Entries shown below:
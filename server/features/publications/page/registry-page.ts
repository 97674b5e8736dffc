import type { ReplyOf } from '#shared/contracts/endpoint.ts';
import {
  inclusionPath,
  type RegistryRow,
  type registryApi,
  registryHeadPath,
  registryPath,
  registryStateWords,
  registryWords,
} from '#shared/contracts/registry.ts';
import { readableFingerprint } from '#shared/ledger/readable-fingerprint.ts';
import { type Html, html } from './html.ts';
import { count, facts, frame, section, utc } from './page-parts.ts';

type Registry = ReplyOf<typeof registryApi.list>;

function entry(organisationId: string, row: RegistryRow): Html {
  const { index, version, digest, sealedAt, state, title, sessions, publication } = row;
  const held = sessions === null ? '' : `, ${count(sessions, 'session')}`;
  return html`<li class="flex min-w-0 flex-col gap-1.5 border-b border-rule py-4">
    <h3 class="text-lg">${title ?? `Entry ${index + 1}`}</h3>
    <p>${registryStateWords[state]}${held}. ${publication === null ? null : html`<a href="/p/${publication}">Read it</a>`}</p>
    <p class="text-soft">Sealed ${utc(sealedAt)}${version > 1 ? `, version ${version}` : ''}</p>
    <code class="break-all">${digest}</code>
    <p><a href="${inclusionPath(organisationId, index)}" download>Proof that entry ${index + 1} is in the log</a></p>
  </li>`;
}

/** An organisation's registry in plain markup. */
export function registryContent(organisationId: string, registry: Registry): Html {
  const { rows, total, page, pages, organisation, head } = registry;
  const log =
    head === null
      ? html`<p class="text-soft">There is a head as soon as a protocol is sealed.</p>`
      : html`<p class="max-w-3xl">${registryWords.kept}</p>
          <p><a href="${registryHeadPath(organisationId)}" download>Download the head</a></p>
          ${facts([
            { label: 'Entries', value: String(head.size) },
            { label: 'Root', value: html`<code>${head.root}</code>` },
            { label: 'Signed', value: utc(head.at) },
            { label: 'Fingerprint of the key', value: html`<code>${readableFingerprint(head.key)}</code>` },
          ])}
          <p class="max-w-3xl text-soft">${registryWords.notShown}</p>`;
  return frame(
    'Registry',
    html`<div class="flex flex-col gap-12">
      <div class="flex max-w-3xl flex-col gap-3"><h1 class="text-3xl">Sealed protocols of ${organisation}</h1><p class="text-lg text-soft">${registryWords.what}</p></div>
      ${section(
        'Entries, newest first',
        rows.length === 0
          ? html`<p class="text-soft">No entry is like that.</p>`
          : html`<ol class="max-w-4xl border-t-2 border-ink">${rows.map((row) => entry(organisationId, row))}</ol>
              <p class="text-soft">Page ${page} of ${pages}, ${total === 1 ? '1 entry' : `${total} entries`}.</p>
              ${page < pages ? html`<p><a href="${registryPath(organisationId)}?page=${page + 1}">Older</a></p>` : null}`,
      )}
      ${section('The head of the log', log)}
    </div>`,
  );
}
End of Entries shown.
Your task ->
Every line in the listing that holds the string "const" should be copied out.

Exercise answer ->
  const { index, version, digest, sealedAt, state, title, sessions, publication } = row;
  const held = sessions === null ? '' : `, ${count(sessions, 'session')}`;
  const { rows, total, page, pages, organisation, head } = registry;
  const log =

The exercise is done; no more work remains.